The operation of the LEP collider at CERN started in August 1989 opening a new chapter in the history of particle physics. With a circumference of 27 km, LEP is the largest accelerator yet built. LEP stopped in november 2000, but the analysis of data is still going on, with the possibility of discovering new physics phenomena.

LEP accelerates electrons and their anti-particles, positrons, in opposite directions in a vacuum pipe inside a retaining ring of magnets, before inducing them to collide head-on. In their annihilation, the energy released in a small volume is comparable to that which existed in the Universe a fraction of a second after its creation in the Big Bang, so there is a synthesis between the very large (cosmology) and the very small (particle physics).
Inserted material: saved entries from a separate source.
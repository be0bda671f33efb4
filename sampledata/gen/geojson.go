package gen

import (
	"bytes"
	"encoding/json"
	"math"
	"strconv"

	"groundtally/geo"
)

// prop is one property of a feature; a nil value is written as null.
type prop struct {
	key   string
	value any
}

// collection writes one GeoJSON file (RFC 7946): a feature a line, positions with 7 decimals of a degree.
type collection struct {
	buf   bytes.Buffer
	count int
	// projected writes metres of EPSG:32626 with two decimals and names the system in a crs member, as
	// files did before RFC 7946. swapped writes latitude before longitude, which no standard allows.
	projected, swapped bool
}

func (c *collection) position(p geo.XY) {
	x, y, decimals := p.X+originEastingM, p.Y+originNorthingM, 2
	if !c.projected {
		ll := lonLat(p)
		x, y, decimals = ll.Lon, ll.Lat, 7
	}
	if c.swapped {
		x, y = y, x
	}
	c.buf.WriteByte('[')
	c.buf.WriteString(decimal(x, decimals))
	c.buf.WriteByte(',')
	c.buf.WriteString(decimal(y, decimals))
	c.buf.WriteByte(']')
}

// decimal writes a number with at most n decimals and no trailing zeros.
func decimal(v float64, n int) string {
	s := strconv.FormatFloat(v, 'f', n, 64)
	if n > 0 {
		s = string(bytes.TrimRight([]byte(s), "0"))
		s = string(bytes.TrimRight([]byte(s), "."))
	}
	if s == "-0" {
		return "0"
	}
	return s
}

func (c *collection) positions(l []geo.XY, closed bool) {
	c.buf.WriteByte('[')
	for i, p := range l {
		if i > 0 {
			c.buf.WriteByte(',')
		}
		c.position(p)
	}
	if closed {
		c.buf.WriteByte(',')
		c.position(l[0])
	}
	c.buf.WriteByte(']')
}

func (c *collection) begin(kind string, props []prop) {
	if c.count > 0 {
		c.buf.WriteString(",\n")
	}
	c.count++
	c.buf.WriteString(`{"type":"Feature","properties":{`)
	for i, p := range props {
		if i > 0 {
			c.buf.WriteByte(',')
		}
		c.buf.WriteString(quote(p.key))
		c.buf.WriteByte(':')
		switch v := p.value.(type) {
		case nil:
			c.buf.WriteString("null")
		case string:
			c.buf.WriteString(quote(v))
		case int:
			c.buf.WriteString(strconv.Itoa(v))
		case float64:
			c.buf.WriteString(decimal(v, 4))
		case bool:
			c.buf.WriteString(strconv.FormatBool(v))
		}
	}
	c.buf.WriteString(`},"geometry":{"type":"` + kind + `","coordinates":`)
}

func quote(s string) string {
	b, err := json.Marshal(s)
	if err != nil {
		return `""` // a string always marshals
	}
	return string(b)
}

func (c *collection) point(p geo.XY, props ...prop) {
	c.begin("Point", props)
	c.position(p)
	c.buf.WriteString("}}")
}

func (c *collection) line(l []geo.XY, props ...prop) {
	c.begin("LineString", props)
	c.positions(l, false)
	c.buf.WriteString("}}")
}

// polygon writes an outer ring turned left and holes turned right, whatever way they come.
func (c *collection) polygon(outer []geo.XY, holes [][]geo.XY, props ...prop) {
	c.begin("Polygon", props)
	c.buf.WriteByte('[')
	c.positions(turned(outer, true), true)
	for _, h := range holes {
		c.buf.WriteByte(',')
		c.positions(turned(h, false), true)
	}
	c.buf.WriteString("]}}")
}

func turned(r []geo.XY, toLeft bool) []geo.XY {
	if (ringArea(r) > 0) == toLeft {
		return r
	}
	out := make([]geo.XY, len(r))
	for i, p := range r {
		out[len(r)-1-i] = p
	}
	return out
}

func (c *collection) bytes() []byte {
	head := `{"type":"FeatureCollection",`
	if c.projected {
		head += `"crs":{"type":"name","properties":{"name":"urn:ogc:def:crs:EPSG::32626"}},`
	}
	return []byte(head + "\"features\":[\n" + c.buf.String() + "\n]}\n")
}

// round rounds to n decimals.
func round(v float64, n int) float64 {
	f := math.Pow(10, float64(n))
	return math.Round(v*f) / f
}
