package ground

import (
	"context"
	"fmt"
	"os"
	"path/filepath"
	"slices"
	"strings"
	"testing"

	"fyne.io/fyne/v2"
	"fyne.io/fyne/v2/test"
	"fyne.io/fyne/v2/widget"

	"groundtally/app/desk/desktest"
	"groundtally/app/study"
	"groundtally/geo"
)

// bench opens the stage on the sample study and keeps what it tells and shows.
type bench struct {
	*desktest.Bench
	s       *Stage
	told    []string
	places  []geo.LonLat
	parcels [][]string
	opened  []string
}

func open(t *testing.T) *bench {
	t.Helper()
	b := &bench{Bench: desktest.New(t, 60)}
	b.Settle()
	c := b.Core
	c.Tell = func(w string) { b.told = append(b.told, w) }
	c.ShowPlace = func(p geo.LonLat) { b.places = append(b.places, p) }
	c.ShowParcels = func(ids []string) { b.parcels = append(b.parcels, ids) }
	c.ShowStage = func(title string) { b.opened = append(b.opened, title) }
	c.Ask = func(_, _, _ string, then func()) { then() }
	b.s = New(c)
	c.OnChange(b.s.Changed)
	b.Show(b.s.Content(), 520, 480)
	return b
}

func put(t *testing.T, name, content string) string {
	t.Helper()
	path := filepath.Join(t.TempDir(), name)
	if err := os.WriteFile(path, []byte(content), 0o600); err != nil {
		t.Fatal(err)
	}
	return path
}

// shoot takes pictures at three widths.
func (b *bench) shoot(name string) {
	for _, s := range []fyne.Size{fyne.NewSize(520, 480), fyne.NewSize(760, 560), fyne.NewSize(430, 470)} {
		b.Window.Resize(s)
		if f := b.s.form; f != nil {
			f.dialog.Resize(dialogSize(b.Core, 760, 640))
		}
		b.Shoot(fmt.Sprintf("ground-%s-%.0f", name, s.Width))
	}
	b.Window.Resize(fyne.NewSize(520, 480))
}

// overlay gives all texts of the dialog that is on top.
func (b *bench) overlay() string {
	top := b.Window.Canvas().Overlays().Top()
	if top == nil {
		return ""
	}
	var out []string
	for _, o := range test.LaidOutObjects(top) {
		switch o := o.(type) {
		case *widget.Label:
			out = append(out, o.Text)
		case *widget.Button:
			out = append(out, "["+o.Text+"]")
		}
	}
	return strings.Join(out, "\n")
}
LEP has four intersection regions, each surrounded by a particle detector to measure the properties of the secondary particles created from the electron-positron collision. Each of the detectors (DELPHI, ALEPH, L3 and OPAL) has been optimised differently to study various physics aspects.

DELPHI is an advanced detector. As well as having high precision and 'granularity', it has the specific ability, using the Ring Imaging Cherenkov technique, to differentiate between all the various secondary charged particles. It also has an advanced silicon detector providing very precise tracking, principally in order to detect very short lived particles by extrapolating the tracks back towards the interaction point. Design and construction of the DELPHI detector took 7 years; data have been taken every year for the last 12 years.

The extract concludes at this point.